Saved data entries
/**
 * The band around a run's curves (a simulate cell with `band: true` whose answers an uncertainty
 * cell asks about): the 2.5 and 97.5 percentiles and the median of each state at fixed times,
 * from the same Monte Carlo samples as the cell's results.
 *
 * - The samples: the cell's own draws, made again from its seed in the same order (the drawer of
 *   uncertainty-inputs.ts on `seeded(seed)`), so sample s here is sample s of the results.
 * - Each sample: a what-if gives the values the run reads directly (its laws' and events'
 *   parameters, its states' starting values) with the inputs drawn, and the run's model
 *   (run-model.ts) runs at the run's own tolerances and is read at the grid.
 * - The grid: BAND_INTERVALS + 1 times evenly over the span, and both sides of each action time
 *   of the run as it stands (the first MOST_ACTION_TIMES of them), so a dose's jump stays sharp.
 * - Memory: the values are kept grid point by grid point (samples contiguous), then each grid
 *   point's values are sorted in place and read by the cell's quantile definition (Hyndman and
 *   Fan's 7, numerics/sampling/summary.ts). At most BAND_MOST_VALUES numbers are kept: past that,
 *   the band is drawn from the first samples that fit, and its note says how many.
 */
import type { Cell } from '../study/types.ts';
import type { RunContext, RunModel } from '../engine/node.ts';
import { cellRef } from '../engine/node.ts';
import type { UncertaintyBand } from '../engine/report.ts';
import type { WhatIf } from '../engine/what-if.ts';
import { valueIn } from '../units/quantity.ts';
import { TIME } from '../units/dimension.ts';
import { formatUnit } from '../units/units.ts';
import { seeded, type Random } from '../numerics/sampling/random.ts';
import { quantileSorted } from '../numerics/sampling/summary.ts';
import { charge } from '../numerics/work-meter.ts';
import type { Drawer, Input } from './uncertainty-inputs.ts';

/** The grid's even intervals over the span (201 times). */
export const BAND_INTERVALS = 200;
/** Action times whose two sides join the grid; later ones are met by the even times alone. */
export const MOST_ACTION_TIMES = 500;
/** The most numbers kept for the bands of one cell (8 Mi, 64 MB): samples × grid times × states, over its runs. */
export const BAND_MOST_VALUES = 8 * 1024 * 1024;

/** The simulate cells with `band: true` that answer a name in `of`, in the study's order. */
export function bandRuns(of: unknown, cells: readonly Cell[]): string[] {
  const names = new Set(Array.isArray(of) ? of.filter((n): n is string => typeof n === 'string') : []);
  if (!names.size) return [];
  return cells.filter((c) => c.kind === 'simulate' && c.band === true && Array.isArray(c.find)
    && c.find.some((f) => typeof f?.name === 'string' && names.has(f.name))).map((c) => c.id);
}

/** The grid of a run: SI times in order, 1 where the value just before the actions there is meant. */
export function bandGrid(model: RunModel): { times: Float64Array; before: Uint8Array } | string {
  const present = model.curve(new Map(), 2, true);
  if (!present.t) return present.message ?? 'the run gave no curve';
  const { from, to } = model;
  // a piece boundary inside the span shows twice in the curve (the end of one piece, the start of the next)
  const actions: number[] = [];
  for (let k = 1; k < present.t.length; k++) {
    const t = present.t[k];
    if (t === present.t[k - 1] && t > from && t < to && actions[actions.length - 1] !== t) actions.push(t);
  }
  const pts: Array<[number, number]> = [];
  for (let i = 0; i <= BAND_INTERVALS; i++) pts.push([i === BAND_INTERVALS ? to : from + ((to - from) * i) / BAND_INTERVALS, 0]);
  for (const t of actions.slice(0, MOST_ACTION_TIMES)) pts.push([t, 1], [t, 0]);
  // in time order, the side before an action first; one point per time and side
  pts.sort((a, b) => a[0] - b[0] || b[1] - a[1]);
  const kept = pts.filter((p, k) => k === 0 || p[0] !== pts[k - 1][0] || p[1] !== pts[k - 1][1]);
  return { times: Float64Array.from(kept, (p) => p[0]), before: Uint8Array.from(kept, (p) => p[1]) };
}

interface Plan {
  readonly run: string;
  readonly model: RunModel;
  readonly whatIf: WhatIf;
  readonly direct: readonly string[];
  readonly times: Float64Array;
  readonly before: Uint8Array;
  values?: Float64Array;
  good: number;
  failed: number;
  reason?: string;
}

/**
 * The bands of `runs` from the cell's draws (`inputs`, `drawer`, `samples`, `seed` as its Monte
 * Carlo results used them), at once. Cost per sample and run: one what-if of the run's direct
 * inputs, one run at its own tolerances, one read per grid time; then one sort per grid time
 * and state.
 */
export function sampleBands(runs: readonly string[], ctx: RunContext, inputs: readonly Input[], drawer: Drawer, samples: number, seed: number): UncertaintyBand[] {
  const work = new BandRun(runs, ctx, inputs, drawer, samples, seed);
  work.step(Infinity);
  return work.result();
}

/**
 * The bands as work done in slices (the app's worker draws them between messages, after the
 * cell's samples): the generator, the kept values and how far the sorting is are kept between
 * slices, so the bands are the same bit for bit however they are sliced. A unit of `done` is
 * one sample of one run; the grid times' sorting that follows is sliced too, and counted in
 * neither `done` nor `total`.
 */
export class BandRun {
  private readonly out: UncertaintyBand[] = [];
  private readonly plans: Plan[] = [];
  private readonly kept: number = 0;
  private readonly rng: Random;
  private readonly x: Float64Array;
  private scratch = new Float64Array(0);
  /** Samples drawn so far (of `kept`), and the next run, grid time and state to sort. */
  private drawn = 0;
  private sorting = { plan: 0, state: 0, time: 0 };
  private readonly curves = new Map<Plan, BandCurve[]>();

  constructor(runs: readonly string[], ctx: RunContext, inputs: readonly Input[], private readonly drawer: Drawer, private readonly samples: number, private readonly seed: number) {
    const names = inputs.map((x) => x.name);
    for (const run of runs) {
      const b = ctx.binding(cellRef(run));
      if (b?.kind !== 'model') { this.out.push({ run, reason: 'the run has no result now, so there is nothing to draw a band around' }); continue; }
      const model = b.model;
      const direct = [...model.reads, ...model.laws.map((l) => l.state)];
      const w = ctx.whatIf!(direct, names);
      if (!w.ok) { this.out.push({ run, reason: w.error.message }); continue; }
      if (w.plan.length === 0 && !direct.some((n) => names.includes(n))) {
        this.out.push({ run, reason: `the run's curves depend on no value with a spread (the spread of ${names.join(', ')} changes only what is asked of them), so every sample draws the same curve` });
        continue;
      }
      const grid = bandGrid(model);
      if (typeof grid === 'string') { this.out.push({ run, reason: grid }); continue; }
      this.plans.push({ run, model, whatIf: w, direct, ...grid, good: 0, failed: 0 });
      this.out.push({ run });
    }
    this.rng = seeded(seed);
    this.x = new Float64Array(inputs.length);
    if (!this.plans.length) return;
    const perSample = this.plans.reduce((a, p) => a + p.times.length * p.model.laws.length, 0);
    this.kept = Math.max(1, Math.min(samples, Math.floor(BAND_MOST_VALUES / perSample)));
    for (const p of this.plans) p.values = new Float64Array(p.times.length * p.model.laws.length * this.kept);
    this.scratch = new Float64Array(Math.max(...this.plans.map((p) => p.times.length * p.model.laws.length)));
  }

  /** Units of work: one sample of one run. */
  get total(): number {
    return this.kept * this.plans.length;
  }

  get done(): number {
    return this.drawn * this.plans.length;
  }

  /** Draws samples, then sorts grid times, until all is done or `until` (a performance.now() time) has passed, at least one unit; true when all is done. */
  step(until = Infinity): boolean {
    const { plans, kept, x } = this;
    while (this.drawn < kept) {
      this.drawer(this.rng, x);
      for (const p of plans) this.sample(p, x);
      this.drawn++;
      if (until !== Infinity && performance.now() > until) return false;
    }
    const at = this.sorting;
    while (at.plan < plans.length) {
      const p = plans[at.plan];
      const m = p.times.length;
      if (p.good === 0) { at.plan++; continue; }
      let curves = this.curves.get(p);
      if (!curves) this.curves.set(p, curves = p.model.laws.map((law) => ({ name: law.state, unit: formatUnit(law.initial.unit), p025: [], median: [], p975: [] })));
      const law = p.model.laws[at.state];
      const curve = curves[at.state];
      const shown = (si: number) => valueIn({ ...law.initial, si }, law.initial.unit);
      charge(1);
      const start = (at.state * m + at.time) * kept;
      const col = p.values!.subarray(start, start + p.good).sort();
      curve.p025.push(shown(quantileSorted(col, 0.025)));
      curve.median.push(shown(quantileSorted(col, 0.5)));
      curve.p975.push(shown(quantileSorted(col, 0.975)));
      if (++at.time === m) { at.time = 0; if (++at.state === p.model.laws.length) { at.state = 0; at.plan++; } }
      if (until !== Infinity && performance.now() > until && at.plan < plans.length) return false;
    }
    return true;
  }

  /** The bands, once `step` has returned true. */
  result(): UncertaintyBand[] {
    return this.out.map((o) => {
      const p = this.plans.find((q) => q.run === o.run);
      return p ? bandOf(p, this.curves.get(p) ?? [], this.kept, this.samples, this.seed) : o;
    });
  }

  /** One sample of one run: its curves read at the grid into the kept values. */
  private sample(p: Plan, x: Float64Array): void {
    charge(1 + p.times.length);
    const r = p.whatIf.evaluate(x);
    const missing = r.answers.find((a) => !a.ok);
    let message = missing && !missing.ok ? missing.reason : undefined;
    if (!message) {
      const replaced = new Map(p.direct.map((n, i) => [n, r.values[i]]));
      message = p.model.sampleAt(replaced, p.times, p.before, this.scratch);
    }
    if (message) { p.failed++; p.reason ??= message; return; }
    const width = p.times.length * p.model.laws.length;
    for (let j = 0; j < width; j++) p.values![j * this.kept + p.good] = this.scratch[j];
    p.good++;
  }
}

type BandCurve = { name: string; unit: string; p025: number[]; median: number[]; p975: number[] };

/** A run's band from its curves (each grid time's kept values sorted in place, read at 2.5%, 50% and 97.5%). */
function bandOf(p: Plan, states: BandCurve[], kept: number, samples: number, seed: number): UncertaintyBand {
  const failed = { failed: p.failed, ...(p.reason !== undefined ? { failedReason: p.reason } : {}) };
  if (p.good === 0) return { run: p.run, samples: 0, ...failed, reason: `the run gave no curve in any sample (${p.reason ?? 'no reason given'})` };
  const m = p.times.length;
  const unit = p.model.timeUnit;
  const t = Array.from(p.times, (si) => valueIn({ si, dim: TIME, unit }, unit));
  const first = kept < samples ? ` (the first ${kept.toLocaleString('en-US')} of the ${samples.toLocaleString('en-US')} samples: a band keeps at most ${BAND_MOST_VALUES.toLocaleString('en-US')} numbers)` : '';
  const without = p.failed ? `; ${p.failed.toLocaleString('en-US')} samples gave no curve (${p.reason})` : '';
  return {
    run: p.run, timeUnit: formatUnit(unit), t, states, samples: p.good, ...failed,
    note: `Band: 2.5 to 97.5 percentiles of ${p.good.toLocaleString('en-US')} Monte Carlo samples${first} (seed ${seed}), at ${m} times; the line inside it is the run at the present values${without}.`,
  };
}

* Exercise instructions *
From the records above, print exactly the lines that run from the line with "slices, so the" to the line with "private readonly x: Float64Array;", inclusive.

* Completed exercise *
 * slices, so the bands are the same bit for bit however they are sliced. A unit of `done` is
 * one sample of one run; the grid times' sorting that follows is sliced too, and counted in
 * neither `done` nor `total`.
 */
export class BandRun {
  private readonly out: UncertaintyBand[] = [];
  private readonly plans: Plan[] = [];
  private readonly kept: number = 0;
  private readonly rng: Random;
  private readonly x: Float64Array;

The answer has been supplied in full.